=== Begin Enclosure ===

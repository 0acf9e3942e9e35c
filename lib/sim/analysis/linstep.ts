/**
 * Small-signal step: the response of the circuit linearised at its operating point (the same G and C matrices the AC
 * analysis uses, so its Laplace transform is exactly the AC result divided by s) to a unit step of one source's AC
 * excitation, C·dx/dt + G·x = b·u(t), x(0) = 0 (deviation from the operating point).
 *
 * Fixed step h, trapezoidal rule (Vlach & Singhal 1994, ch. on time-domain analysis), with one backward-Euler step
 * at t = 0 and at the end of the input's edge, where the input's slope jumps (the trapezoidal rule would otherwise
 * carry an undamped alternating error in the algebraic unknowns). Two factorisations (one per rule), then one solve
 * per step: a few thousand steps cost about as much as a few hundred AC frequencies.
 */
import type { Circuit } from "../circuit";
import { checkpoint } from "../checkpoint";
import { SimError } from "../errors";
import { LU_OK, LU_REORDER, StaticLU } from "../sparse";
import { linearise } from "./ac";

export interface LinearStepResult {
  kind: "linstep";
  time: Float64Array;
  /** deviation of each user node from its operating-point voltage per unit of input, V per unit */
  nodes: Record<string, Float64Array>;
  /** deviation of each voltage source's branch current per unit of input, A per unit */
  currents: Record<string, Float64Array>;
}

/** Factor `a` with the stored order, re-analysing when the order does not hold. */
function factorReal(lu: StaticLU, a: Float64Array, what: string): void {
  let r = lu.analysed ? lu.factor(a) : LU_REORDER;
  if (r === LU_REORDER) {
    const backup = a.slice();
    const bad = lu.analyse(backup);
    if (bad >= 0) throw new SimError("singular", `Singular matrix in the small-signal step (${what})`);
    a.set(backup);
    r = lu.factor(a);
  }
  if (r !== LU_OK) throw new SimError("singular", `Singular matrix in the small-signal step (${what})`);
}

/**
 * Unit step of `source` (a vsource or isource) rising linearly over `edge` seconds from t = 0, over `steps` equal
 * steps to `tStop`. Runs the operating point first.
 */
export function runLinearStep(c: Circuit, source: string, tStop: number, steps: number, edge: number): LinearStepResult {
  if (!(tStop > 0) || !Number.isInteger(steps) || steps < 2 || !(edge >= 0)) {
    throw new SimError("invalid", "Invalid small-signal step: tStop > 0, steps ≥ 2 and edge ≥ 0 are required");
  }
  const src = c.elements.find((e) => e.acExcitation !== null && e.name === source);
  if (!src) throw new SimError("invalid", `Small-signal step names "${source}", which is not a vsource or isource`);
  const { g, cap } = linearise(c);
  const size = g.length;
  // b: the unit excitation of the chosen source alone (every source's AC phasor swapped for the load, then restored)
  const sources = c.elements.filter((e) => e.acExcitation !== null);
  const saved = sources.map((e) => [e.acExcitation![0], e.acExcitation![1]] as const);
  const b = new Float64Array(c.stride), bi = new Float64Array(c.stride);
  try {
    for (const e of sources) { e.acExcitation![0] = e === src ? 1 : 0; e.acExcitation![1] = 0; }
    for (const el of c.elements) el.loadAc(c, b, bi);
  } finally {
    sources.forEach((e, i) => { e.acExcitation![0] = saved[i][0]; e.acExcitation![1] = saved[i][1]; });
  }
  const h = tStop / steps;
  const edgeSteps = edge > 0 ? Math.max(1, Math.round(edge / h)) : 0;
  const n = c.n, stride = c.stride;
  // Backward Euler: (G + C/h)·x1 = C/h·x0 + b·u1.  Trapezoidal: (G + 2C/h)·x1 = (2C/h − G)·x0 + b·(u0 + u1).
  const aBE = new Float64Array(size), aTR = new Float64Array(size);
  for (let i = 0; i < size; i++) { aBE[i] = g[i] + cap[i] / h; aTR[i] = g[i] + (2 * cap[i]) / h; }
  const luBE = new StaticLU(n, stride, c.structure);
  const luTR = new StaticLU(n, stride, c.structure);
  factorReal(luBE, aBE, "backward-Euler matrix");
  factorReal(luTR, aTR, "trapezoidal matrix");
  const nUser = c.userNodeNames.length;
  // voltage sources carry their current as an unknown: the meters and supplies of the netlist
  const vsrc = c.elements.filter((e) => e.acExcitation !== null && e.kind === "vsource");
  const time = new Float64Array(steps + 1);
  const nodeCols = c.userNodeNames.map(() => new Float64Array(steps + 1));
  const curCols = vsrc.map(() => new Float64Array(steps + 1));
  const x0 = new Float64Array(stride), x1 = new Float64Array(stride), rhs = new Float64Array(stride);
  const xi = new Float64Array(stride), out = new Float64Array(2);
  const u = (k: number) => (edgeSteps === 0 ? (k > 0 ? 1 : 0) : Math.min(1, k / edgeSteps));
  // The right-hand side's matrices, M = C/h (Euler) and 2C/h − G (trapezoidal), as a list of their non-zeros.
  const rowsM: number[] = [], colsM: number[] = [], mBEl: number[] = [], mTRl: number[] = [];
  for (let r = 0; r < n; r++) {
    for (let col = 0; col < n; col++) {
      const p = r * stride + col;
      if (!c.structure[p] || (cap[p] === 0 && g[p] === 0)) continue;
      rowsM.push(r); colsM.push(col); mBEl.push(cap[p] / h); mTRl.push((2 * cap[p]) / h - g[p]);
    }
  }
  const nnz = rowsM.length;
  const mRow = Int32Array.from(rowsM), mCol = Int32Array.from(colsM), mBE = Float64Array.from(mBEl), mTR = Float64Array.from(mTRl);
  for (let k = 1; k <= steps; k++) {
    const euler = k === 1 || k === edgeSteps + 1;
    const u0 = u(k - 1), u1 = u(k);
    const m = euler ? mBE : mTR;
    const ub = euler ? u1 : u0 + u1;
    for (let r = 0; r < n; r++) rhs[r] = b[r] * ub;
    for (let q = 0; q < nnz; q++) rhs[mRow[q]] += m[q] * x0[mCol[q]];
    if (euler) luBE.solve(aBE, rhs, x1); else luTR.solve(aTR, rhs, x1);
    x1[n] = 0;
    time[k] = k * h;
    for (let i = 0; i < nUser; i++) nodeCols[i][k] = x1[i];
    for (let e = 0; e < vsrc.length; e++) {
      vsrc[e].acCurrent(c, x1, xi, 0, out);
      curCols[e][k] = out[0];
    }
    x0.set(x1);
    if ((k & 255) === 0) checkpoint(c);
  }
  const nodes: Record<string, Float64Array> = {};
  c.userNodeNames.forEach((nm, i) => { nodes[nm] = nodeCols[i]; });
  const currents: Record<string, Float64Array> = {};
  vsrc.forEach((e, i) => { currents[e.name] = curCols[i]; });
  return { kind: "linstep", time, nodes, currents };
}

=== End Enclosure ===

◆ WORK TO COMPLETE ◆
From the material above, set down exactly the lines starting at the one with "edge: number): LinearStepResult" and ending at the one with "const src = c.elements.find((e)", end lines included.

◆ EXERCISE RESPONSE ◆
export function runLinearStep(c: Circuit, source: string, tStop: number, steps: number, edge: number): LinearStepResult {
  if (!(tStop > 0) || !Number.isInteger(steps) || steps < 2 || !(edge >= 0)) {
    throw new SimError("invalid", "Invalid small-signal step: tStop > 0, steps ≥ 2 and edge ≥ 0 are required");
  }
  const src = c.elements.find((e) => e.acExcitation !== null && e.name === source);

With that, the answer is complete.